"""Observation storage: the bulk upsert used by every ingest path, and history reads.

Writes go through the raw driver inside the session's transaction: the ORM costs
about 20x more per row, and an import is mostly rows. Each backend gets its fastest
correct upsert: SQLite ``executemany`` with ``ON CONFLICT``; PostgreSQL ``COPY`` into a
staging table, then one ``INSERT .. SELECT .. ON CONFLICT`` that reports inserts.
"""

from __future__ import annotations

import datetime as dt
import io
from collections.abc import Sequence
from dataclasses import dataclass
from typing import Any

import numpy as np
import pyarrow as pa
import pyarrow.csv as pacsv
from sqlalchemy import func, select, update
from sqlalchemy.orm import Session

from service.core.tables import ObservationRow, PriceTestRow, ProductRow, utcnow

# (product_id, period ISO date, price, units, unit_cost, in_stock, covariates JSON text)
ObservationTuple = tuple[int, str, float, float, float | None, bool | None, str | None]

_COLUMNS = "product_id, period, price, units, unit_cost, in_stock, covariates"
_UPDATE = (
    "price = excluded.price, units = excluded.units, unit_cost = excluded.unit_cost, "
    "in_stock = excluded.in_stock, covariates = excluded.covariates"
)


@dataclass(frozen=True)
class ObservationColumns:
    """A block of checked observations, column by column (see service.catalogue.csv_columns)."""

    product_id: np.ndarray
    period: pa.Array  # ISO dates as text
    price: np.ndarray
    units: np.ndarray
    unit_cost: list[float | None]
    in_stock: list[bool | None]
    covariates: pa.Array | None  # JSON text, or None when the file has no covariates

    def tuples(self) -> list[ObservationTuple]:
        n = len(self.period)
        covariates = self.covariates.to_pylist() if self.covariates is not None else [None] * n
        return list(
            zip(
                self.product_id.tolist(),
                self.period.to_pylist(),
                self.price.tolist(),
                self.units.tolist(),
                self.unit_cost,
                self.in_stock,
                covariates,
                strict=True,
            )
        )

    def csv(self) -> bytes:
        """The block as CSV text for ``COPY .. (FORMAT csv)``: empty unquoted cells are NULL."""
        n = len(self.period)
        table = pa.table(
            {
                "product_id": pa.array(self.product_id, pa.int64()),
                "period": self.period,
                "price": pa.array(self.price, pa.float64()),
                "units": pa.array(self.units, pa.float64()),
                "unit_cost": pa.array(self.unit_cost, pa.float64()),
                "in_stock": pa.array(self.in_stock, pa.bool_()),
                "covariates": self.covariates
                if self.covariates is not None
                else pa.nulls(n, pa.string()),
            }
        )
        out = io.BytesIO()
        pacsv.write_csv(table, out, pacsv.WriteOptions(include_header=False))
        return out.getvalue()


class _Writer:
    """What both databases' writers share: counting rows and marking changed products."""

    def __init__(self, session: Session) -> None:
        self._conn = session.connection()
        self._driver: Any = self._conn.connection.driver_connection
        assert self._driver is not None
        self.rows = 0

    def _mark_changed(self, product_ids: set[int]) -> None:
        """Record that these products' histories changed (incremental refits read it)."""
        ids = sorted(product_ids)
        now = utcnow()
        for start in range(0, len(ids), 500):
            self._conn.execute(
                update(ProductRow)
                .where(ProductRow.id.in_(ids[start : start + 500]))
                .values(history_changed_at=now)
            )


class SqliteObservationWriter(_Writer):
    """``executemany`` with ``ON CONFLICT``. The transaction holds the write lock from
    BEGIN IMMEDIATE, so the change in the table's row count is exactly the number of new
    periods."""

    def __init__(self, session: Session) -> None:
        super().__init__(session)
        self._count_before = self._table_count()

    def _table_count(self) -> int:
        cur = self._driver.cursor()
        try:
            cur.execute("SELECT count(*) FROM observations")
            return int(cur.fetchone()[0])
        finally:
            cur.close()

    def write(self, rows: Sequence[ObservationTuple]) -> None:
        if not rows:
            return
        self.rows += len(rows)
        self._mark_changed({row[0] for row in rows})
        self._driver.executemany(
            f"INSERT INTO observations ({_COLUMNS}) VALUES (?, ?, ?, ?, ?, ?, ?) "
            f"ON CONFLICT (product_id, period) DO UPDATE SET {_UPDATE}",
            rows,
        )

    def write_columns(self, block: ObservationColumns) -> None:
        """Like :meth:`write`, for a block checked column by column."""
        if len(block.period):
            self.write(block.tuples())  # executemany binds tuples

    def finish(self) -> tuple[int, int]:
        """(inserted, updated) for everything written so far."""
        inserted = self._table_count() - self._count_before
        return inserted, self.rows - inserted


class PostgresObservationWriter(_Writer):
    """``COPY`` into a staging table, then one ``INSERT .. SELECT .. ON CONFLICT`` that
    reports inserts. A transaction-scoped advisory lock makes observation writers queue."""

    def __init__(self, session: Session) -> None:
        super().__init__(session)
        self._inserted = 0
        with self._driver.cursor() as cur:
            # Observation writers queue, as SQLite's BEGIN IMMEDIATE makes them do:
            # chunked upserts of overlapping periods taken in different orders would
            # deadlock, and imports creating the same new sku would collide. The lock
            # is per schema and ends with the transaction.
            cur.execute(
                "SELECT pg_advisory_xact_lock(hashtext(current_schema()), "
                "hashtext('marginal.observations'))"
            )
            cur.execute(
                "CREATE TEMP TABLE IF NOT EXISTS observation_stage ("
                "product_id integer, period date, price double precision, "
                "units double precision, unit_cost double precision, in_stock boolean, "
                "covariates jsonb) ON COMMIT DELETE ROWS"
            )

    def write(self, rows: Sequence[ObservationTuple]) -> None:
        if not rows:
            return
        self.rows += len(rows)
        self._mark_changed({row[0] for row in rows})
        with self._driver.cursor() as cur:
            with cur.copy(f"COPY observation_stage ({_COLUMNS}) FROM STDIN") as copy:
                for row in rows:
                    copy.write_row(row)
            self._upsert_stage(cur)

    def write_columns(self, block: ObservationColumns) -> None:
        """Like :meth:`write`, for a block checked column by column."""
        if not len(block.period):
            return
        self.rows += len(block.period)
        self._mark_changed(set(np.unique(block.product_id).tolist()))
        with self._driver.cursor() as cur:
            # One CSV text a block: no Python work per row on the way to the server.
            with cur.copy(f"COPY observation_stage ({_COLUMNS}) FROM STDIN (FORMAT csv)") as copy:
                copy.write(block.csv())
            self._upsert_stage(cur)

    def _upsert_stage(self, cur: Any) -> None:
        cur.execute(
            f"WITH upserted AS (INSERT INTO observations ({_COLUMNS}) "
            f"SELECT {_COLUMNS} FROM observation_stage "
            f"ON CONFLICT (product_id, period) DO UPDATE SET {_UPDATE} "
            "RETURNING (xmax = 0) AS was_inserted) "
            "SELECT count(*) FILTER (WHERE was_inserted) FROM upserted"
        )
        self._inserted += int(cur.fetchone()[0])
        cur.execute("TRUNCATE observation_stage")

    def finish(self) -> tuple[int, int]:
        """(inserted, updated) for everything written so far."""
        return self._inserted, self.rows - self._inserted


ObservationWriter = SqliteObservationWriter | PostgresObservationWriter


def observation_writer(session: Session) -> ObservationWriter:
    """Upserts observations in chunks within the session's transaction and counts
    outcomes, the fastest correct way for the session's database."""
    if session.connection().dialect.name == "postgresql":
        return PostgresObservationWriter(session)
    return SqliteObservationWriter(session)


def list_all(session: Session, *, product_id: int) -> list[ObservationRow]:
    """A product's whole history, oldest first."""
    return list(
        session.scalars(
            select(ObservationRow)
            .where(ObservationRow.product_id == product_id)
            .order_by(ObservationRow.period)
        )
    )


def list_range(
    session: Session,
    *,
    product_id: int,
    start: dt.date | None,
    end: dt.date | None,
    limit: int,
    after: dt.date | None,
) -> tuple[list[ObservationRow], bool]:
    """One page of a product's history, oldest first, and whether more rows follow."""
    query = (
        select(ObservationRow)
        .where(ObservationRow.product_id == product_id)
        .order_by(ObservationRow.period)
        .limit(limit + 1)
    )
    if start is not None:
        query = query.where(ObservationRow.period >= start)
    if end is not None:
        query = query.where(ObservationRow.period <= end)
    if after is not None:
        query = query.where(ObservationRow.period > after)
    rows = list(session.scalars(query))
    return rows[:limit], len(rows) > limit


def count_for(session: Session, *, product_id: int) -> int:
    return int(
        session.scalar(
            select(func.count())
            .select_from(ObservationRow)
            .where(ObservationRow.product_id == product_id)
        )
        or 0
    )


def price_test_marks(
    session: Session, *, product_id: int, first: dt.date, last: dt.date
) -> list[tuple[int, dt.date, dt.date]]:
    """The product's stored price tests that overlap ``first`` to ``last``: (id, first
    period, last period); an observation within one's periods is its test period."""
    rows = session.execute(
        select(PriceTestRow.id, PriceTestRow.first_period, PriceTestRow.last_period).where(
            PriceTestRow.product_id == product_id,
            PriceTestRow.first_period <= last,
            PriceTestRow.last_period >= first,
        )
    )
    return [(r.id, r.first_period, r.last_period) for r in rows]
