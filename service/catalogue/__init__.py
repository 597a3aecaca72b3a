"""The catalogue: products, their sales observations, CSV imports and the demo shop."""
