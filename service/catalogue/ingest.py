"""Turning uploaded observations (JSON batches, CSV files) into stored rows, all or nothing.

A CSV import streams: rows are parsed, checked and written in chunks inside one
transaction, so memory stays bounded (plus 12 bytes a row for the duplicate check);
any bad row rolls the whole import back. Errors name the CSV line and column.

A seekable file is first tried column by column (:mod:`service.catalogue.csv_columns`);
when that path gives up, the file is read again row by row
(:mod:`service.catalogue.csv_rows`).
"""

from __future__ import annotations

import csv
import datetime as dt
import gc
import io
import threading
from collections.abc import Iterator, Sequence
from contextlib import contextmanager
from typing import IO

from sqlalchemy.orm import Session

from service.catalogue import csv_columns
from service.catalogue.csv_layout import CsvErrors, Layout, bad_utf8_line, read_header
from service.catalogue.csv_rows import stream_rows
from service.catalogue.observations import observation_writer
from service.catalogue.schemas import ObservationIn
from service.catalogue.upsert_outcome import UpsertOutcome
from service.core.errors import ErrorItem, InvalidInput


def covariates_json(values: dict[str, float]) -> str | None:
    """Compact JSON for a covariate mapping; floats are finite, so repr() is valid JSON."""
    if not values:
        return None
    return "{" + ",".join(f'"{k}":{float(v)!r}' for k, v in sorted(values.items())) + "}"


def upsert_batch(
    session: Session, *, product_id: int, observations: Sequence[ObservationIn]
) -> UpsertOutcome:
    """Write one product's JSON batch; duplicate periods in the batch reject it whole."""
    seen: dict[dt.date, int] = {}
    problems: list[ErrorItem] = []
    for index, obs in enumerate(observations):
        if obs.period in seen:
            problems.append(
                ErrorItem(
                    field=f"observations[{index}].period",
                    message=f"period {obs.period} repeats observations[{seen[obs.period]}]",
                )
            )
        seen.setdefault(obs.period, index)
    if problems:
        raise InvalidInput("the batch repeats a period; nothing was written", errors=problems)
    writer = observation_writer(session)
    writer.write(
        [
            (
                product_id,
                o.period.isoformat(),
                o.price,
                o.units,
                o.unit_cost,
                o.in_stock,
                covariates_json(o.covariates),
            )
            for o in observations
        ]
    )
    inserted, updated = writer.finish()
    return UpsertOutcome(rows=writer.rows, inserted=inserted, updated=updated)


def import_csv(
    session: Session, raw: IO[bytes], *, create_products: bool, chunk_rows: int
) -> UpsertOutcome:
    """Stream a CSV of observations into storage in one transaction (the caller's)."""
    errors = CsvErrors()
    text = io.TextIOWrapper(raw, encoding="utf-8-sig", newline="")
    # Strict: a quoted cell left open at the end (an upload cut short) is an error,
    # not a cell that runs to the end of the file.
    reader = csv.reader(text, strict=True)
    try:
        header = next(reader, None)
    except UnicodeDecodeError as exc:
        raise InvalidInput(
            "the file is not UTF-8 CSV",
            errors=[
                ErrorItem(line=bad_utf8_line(raw, 1), message=f"not valid UTF-8: {exc.reason}")
            ],
        ) from None
    except csv.Error as exc:
        raise InvalidInput(
            "the file is not UTF-8 CSV", errors=[ErrorItem(line=1, message=str(exc))]
        ) from None
    if header is None or not any(h.strip() for h in header):
        raise InvalidInput(
            "the file is empty: expected a header line and rows",
            errors=[ErrorItem(line=1, message="no header line")],
        )
    layout = read_header([h.strip() for h in header], errors)
    errors.raise_if_any()
    assert layout is not None

    with cyclic_gc_paused():
        if raw.seekable():
            text.detach()  # a dropped wrapper would close the file under us
            raw.seek(0)
            done = _import_clean(session, raw, layout, create_products)
            if done is not None:
                return done
            # Not clean: read it again row by row, which names every problem.
            raw.seek(0)
            text = io.TextIOWrapper(raw, encoding="utf-8-sig", newline="")
            reader = csv.reader(text, strict=True)
            next(reader)
        return stream_rows(session, reader, layout, errors, create_products, chunk_rows, raw)


def _import_clean(
    session: Session, raw: IO[bytes], layout: Layout, create_products: bool
) -> UpsertOutcome | None:
    """The column-wise import in a savepoint, rolled back when the file is not clean."""
    savepoint = session.begin_nested()
    done = csv_columns.import_clean_csv(session, raw, layout, create_products=create_products)
    if done is None:
        savepoint.rollback()
    else:
        savepoint.commit()
    return done


_gc_pauses = 0
_gc_lock = threading.Lock()


@contextmanager
def cyclic_gc_paused() -> Iterator[None]:
    """Pause the cyclic garbage collector while an import (or a job's batch) runs.

    Parsing allocates millions of short-lived lists and tuples, which triggers a
    collection pass every few hundred rows (measured: 30% of import time). None of them
    form cycles, so reference counting frees them anyway. Nested and concurrent imports
    share one counter, so the collector resumes when the last one ends.
    """
    global _gc_pauses
    with _gc_lock:
        _gc_pauses += 1
        gc.disable()
    try:
        yield
    finally:
        with _gc_lock:
            _gc_pauses -= 1
            if _gc_pauses == 0:
                gc.enable()
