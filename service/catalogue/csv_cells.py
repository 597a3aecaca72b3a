"""Reading the cells of an observations CSV: numbers, in-stock words and covariates.

Column-wise readers return None at the first cell they cannot take, which sends the
rows to the row-by-row checks that name the problem.
"""

from __future__ import annotations

import math
import re
from collections.abc import Sequence

import numpy as np

from service.catalogue.csv_layout import Layout
from service.core.bounds import NUMBER_LINES, number_or_none

TRUE_WORDS = frozenset({"1", "true", "t", "yes", "y"})
FALSE_WORDS = frozenset({"0", "false", "f", "no", "n"})


BAD_FLAG = object()


def in_stock_value(word: str) -> object:
    """True, False, None for an empty cell, or BAD_FLAG."""
    word = word.strip().lower()
    if not word:
        return None
    if word in TRUE_WORDS:
        return True
    if word in FALSE_WORDS:
        return False
    return BAD_FLAG


def finite_number(text: str) -> float | None:
    """A cell's finite number under the documented grammar (:mod:`service.core.bounds`)."""
    return number_or_none(text)


def finite_column(cells: Sequence[str], *, minimum: float, strict: bool) -> np.ndarray | None:
    if NUMBER_LINES.fullmatch("\n".join(cells) + "\n") is None:
        return None
    values = np.fromiter(map(float, cells), np.float64, len(cells))
    ok = np.isfinite(values) & ((values > minimum) if strict else (values >= minimum))
    return values + 0.0 if bool(ok.all()) else None


def optional_column(cells: Sequence[str], *, minimum: float) -> list[float | None] | None:
    full = finite_column(cells, minimum=minimum, strict=False)
    if full is not None:
        return full.tolist()  # type: ignore[no-any-return]
    out: list[float | None] = []
    for cell in cells:
        if not cell.strip():
            out.append(None)
            continue
        value = number_or_none(cell)
        if value is None or value < minimum:
            return None
        out.append(value)
    return out


# JSON numbers that are surely finite doubles (at most 15 integer digits, 17 fraction
# digits and two exponent digits) and not a minus zero: copied as sent. Others go
# through float().
_JSON_NUMBERS = re.compile(
    r"(?:(?!-0(?:\.0+)?(?:[eE][+-]?[0-9]+)?\n)-?(?:0|[1-9][0-9]{0,14})(?:\.[0-9]{1,17})?"
    r"(?:[eE][+-]?[0-9]{1,2})?\n)*"
)


def covariate_json_column(
    columns: list[tuple[str, ...]], layout: Layout, n: int
) -> list[str | None] | None:
    if not layout.covariates:
        return [None] * n
    ordered = sorted(layout.covariates, key=lambda c: c[1])
    heads = [("{" if i == 0 else ",") + f'"{name}":' for i, (_, name) in enumerate(ordered)]
    # Columns whose cells are all JSON numbers (one regex pass a column) are copied as
    # text: no conversion needed, and the value is exactly what the client sent.
    texts = [columns[index] for index, _ in ordered]
    if all(_JSON_NUMBERS.fullmatch("\n".join(column) + "\n") for column in texts):
        if len(ordered) == 1:
            return [heads[0] + a + "}" for a in texts[0]]
        if len(ordered) == 2:
            return [heads[0] + a + heads[1] + b + "}" for a, b in zip(*texts, strict=True)]
        return [
            "".join(h + t for h, t in zip(heads, row, strict=True)) + "}"
            for row in zip(*texts, strict=True)
        ]
    values = []
    for index, _name in ordered:
        column = optional_column(columns[index], minimum=-math.inf)
        if column is None:
            return None
        values.append(column)
    names = [name for _, name in ordered]
    out: list[str | None] = []
    for row in zip(*values, strict=True):
        parts = [f'"{k}":{v!r}' for k, v in zip(names, row, strict=True) if v is not None]
        out.append("{" + ",".join(parts) + "}" if parts else None)
    return out
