"""Products: create or replace, read, change, delete, list."""

from __future__ import annotations

from typing import Annotated

from fastapi import APIRouter, Query, Response, status

from service.catalogue import products
from service.catalogue.deps import ReadProduct, SkuPath
from service.catalogue.schemas import ProductIn, ProductOut, ProductPatch, product_out
from service.core.deps import ADMIN, READ, WRITE, ReadSession, WriteSession
from service.core.pagination import decode_cursor, encode_cursor
from service.core.responses import problems
from service.core.schemas import SKU_PATTERN, Page
from service.core.tables import utcnow
from service.pricing import price_record

router = APIRouter(prefix="/v1/products", tags=["products"])


@router.put(
    "/{sku}",
    response_model=ProductOut,
    dependencies=[WRITE],
    operation_id="put_product",
    summary="Create or replace a product",
    responses={201: {"model": ProductOut, "description": "Created"}, **problems(422)},
    status_code=status.HTTP_200_OK,
)
def put_product(
    sku: SkuPath, body: ProductIn, session: WriteSession, response: Response
) -> ProductOut:
    """Creates the product (201) or replaces every field of an existing one (200)."""
    row, created = products.put(session, sku=sku, fields=body.model_dump())
    if created:
        response.status_code = status.HTTP_201_CREATED
    return product_out(row)


@router.get(
    "/{sku}",
    response_model=ProductOut,
    dependencies=[READ],
    operation_id="get_product",
    summary="Read a product",
    responses=problems(404, 422),
)
def get_product(product: ReadProduct, session: ReadSession) -> ProductOut:
    now = utcnow()
    live = price_record.live_price(session, product.id, now)
    return product_out(product).model_copy(
        update={
            "live_price": None if live is None else live.price,
            "prior_price": price_record.prior_lowest_price(session, product.id, now),
            "price_changed_at": price_record.last_change(session, product.id, now),
        }
    )


@router.patch(
    "/{sku}",
    response_model=ProductOut,
    dependencies=[WRITE],
    operation_id="patch_product",
    summary="Change some fields of a product",
    responses=problems(404, 422),
)
def patch_product(sku: SkuPath, body: ProductPatch, session: WriteSession) -> ProductOut:
    row = products.update(session, sku=sku, changes=body.model_dump(exclude_unset=True))
    return product_out(row)


@router.delete(
    "/{sku}",
    status_code=status.HTTP_204_NO_CONTENT,
    dependencies=[ADMIN],
    operation_id="delete_product",
    summary="Delete a product and its history",
    responses=problems(404, 422),
)
def delete_product(sku: SkuPath, session: WriteSession) -> Response:
    products.delete_one(session, sku=sku)
    return Response(status_code=status.HTTP_204_NO_CONTENT)


@router.get(
    "",
    response_model=Page[ProductOut],
    dependencies=[READ],
    operation_id="list_products",
    summary="List products, optionally one family",
    responses=problems(422),
)
def list_products(
    session: ReadSession,
    family: Annotated[str | None, Query(pattern=SKU_PATTERN)] = None,
    limit: Annotated[int, Query(ge=1, le=500)] = 100,
    cursor: Annotated[
        str | None, Query(description="From `next_cursor` of the previous page")
    ] = None,
) -> Page[ProductOut]:
    position = decode_cursor(cursor)
    after = str(position.get("after")) if position else None
    rows, more = products.list_page(session, family=family, limit=limit, after_sku=after)
    next_cursor = encode_cursor({"after": rows[-1].sku}) if more and rows else None
    return Page[ProductOut](items=[product_out(r) for r in rows], next_cursor=next_cursor)
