def _stream_rows(
    session: Session,
    reader: CsvReader,
    layout: _Layout,
    errors: _CsvErrors,
    create_products: bool,
    chunk_rows: int,
    raw: IO[bytes],
) -> UpsertOutcome:
    writer = observation_writer(session)
    sku_ids: dict[str, int] = {}
    sku_codes: dict[str, int] = {}
    unknown_reported: set[str] = set()
    created: list[str] = []
    keys = _GrowingInt64()
    lines = _GrowingInt64()
    n_rows = 0
    try:
        for rows, row_lines in _chunks(reader, chunk_rows):
            if not rows:
                continue
            chunk = _fast_chunk(rows, row_lines, layout) or _checked_chunk(
                rows, row_lines, layout, errors
            )
            n_rows += len(chunk.skus)
            for sku in dict.fromkeys(chunk.skus):
                sku_codes.setdefault(sku, len(sku_codes))
            codes = np.array(list(map(sku_codes.__getitem__, chunk.skus)), dtype=np.int64)
            chunk_keys = (codes << 32) | chunk.ordinals
            keys.extend(chunk_keys)
            lines.extend(chunk.lines)
            _resolve_skus(
                session, chunk, sku_ids, create_products, created, unknown_reported, errors
            )
            # A key repeated inside one statement makes PostgreSQL refuse it; the final
            # duplicate check reports it, so just stop writing.
            repeated = np.unique(chunk_keys).size != chunk_keys.size
            if not errors.items and not repeated:
                writer.write(chunk.tuples(sku_ids))
            if errors.full:
                break
    except UnicodeDecodeError as exc:
        errors.add(_bad_utf8_line(raw, reader.line_num + 1), None, f"not valid UTF-8: {exc.reason}")
    except csv.Error as exc:
        errors.add(reader.line_num, None, f"malformed CSV: {exc}")
    if n_rows == 0 and not errors.items:
        errors.add(2, None, "the file has a header but no data rows")
    _report_duplicates(keys.values(), lines.values(), errors)
    errors.raise_if_any()
    inserted, updated = writer.finish()
    return UpsertOutcome(rows=n_rows, inserted=inserted, updated=updated, products_created=created)


def _chunks(reader: CsvReader, size: int) -> Iterator[tuple[list[list[str]], list[int]]]:
    """Non-blank rows in groups of ``size``, with the line number each one ended on.

    Rows are pulled in C (islice); line numbers are counted per row only when a chunk
    has blank lines or quoted line breaks, the rare case where they are not consecutive.
    """
    last_line = reader.line_num
    while True:
        rows = list(itertools.islice(reader, size))
        if not rows:
            return
        first = last_line + 1
        last_line = reader.line_num
        # Blank rows are [] and whitespace-only ones have one cell; real rows have 4 or more.
        if last_line - first + 1 == len(rows) and min(map(len, rows)) > 1:
            yield rows, list(range(first, last_line + 1))
            continue
        yield _number_rows(rows, first)


def _number_rows(rows: list[list[str]], first: int) -> tuple[list[list[str]], list[int]]:
    """Recount lines for a chunk with blank rows or multi-line cells."""
    kept: list[list[str]] = []
    lines: list[int] = []
    line = first - 1
    for cells in rows:
        line += 1 + sum(cell.count("\n") for cell in cells)
        if cells and (len(cells) > 1 or cells[0].strip()):
            kept.append(cells)
            lines.append(line)
    return kept, lines


def _resolve_skus(
    session: Session,
    chunk: _Chunk,
    sku_ids: dict[str, int],
    create_products: bool,
    created: list[str],
    unknown_reported: set[str],
    errors: _CsvErrors,
) -> None:
    missing = set(chunk.skus) - sku_ids.keys()
    if missing:
        sku_ids.update(products.ids_by_sku(session, skus=missing))
        missing -= sku_ids.keys()
    if not missing:
        return
    if create_products:
        sku_ids.update(products.create_bare(session, skus=sorted(missing)))
        created.extend(sorted(missing))
        return
    for line_no, sku in zip(chunk.lines.tolist(), chunk.skus, strict=True):
        if sku in missing and sku not in unknown_reported:
            unknown_reported.add(sku)
            hint = "send create_products=true to create it"
            errors.add(line_no, "sku", f"unknown sku {sku!r} ({hint})")


@dataclass
class _Chunk:
    """Checked rows of one chunk, column by column."""

    skus: list[str]
    periods: list[str]
    ordinals: np.ndarray
    price: list[float]
    units: list[float]
    unit_cost: list[float | None]
    in_stock: list[bool | None]
    covariates: list[str | None]
    lines: np.ndarray

    def tuples(self, sku_ids: dict[str, int]) -> list[ObservationTuple]:
        ids = [sku_ids[s] for s in self.skus]
        return list(
            zip(
                ids,
                self.periods,
                self.price,
                self.units,
                self.unit_cost,
                self.in_stock,
                self.covariates,
                strict=True,
            )
        )


def _checked_chunk(
    rows: list[list[str]], row_lines: list[int], layout: _Layout, errors: _CsvErrors
) -> _Chunk:
    """Row by row, naming every problem's line and column; keeps the valid rows."""
    parsed = []
    kept_lines = []
    for cells, line_no in zip(rows, row_lines, strict=True):
        row = _parse_row(cells, line_no, layout, errors)
        if row is not None:
            parsed.append(row)
            kept_lines.append(line_no)
    columns = list(zip(*parsed, strict=True)) if parsed else [()] * 7
    periods = list(columns[1])
    return _Chunk(
        skus=list(columns[0]),
        periods=periods,
        ordinals=np.array([dt.date.fromisoformat(p).toordinal() for p in periods], np.int64),
        price=list(columns[2]),
        units=list(columns[3]),
        unit_cost=list(columns[4]),
        in_stock=list(columns[5]),
        covariates=list(columns[6]),
        lines=np.array(kept_lines, dtype=np.int64),
    )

···

### Work task
Each line of the listing that includes the word "writers" should be copied out.

### Response
    """What both databases' writers share: counting rows and marking changed products."""
    reports inserts. A transaction-scoped advisory lock makes observation writers queue."""
            # Observation writers queue, as SQLite's BEGIN IMMEDIATE makes them do:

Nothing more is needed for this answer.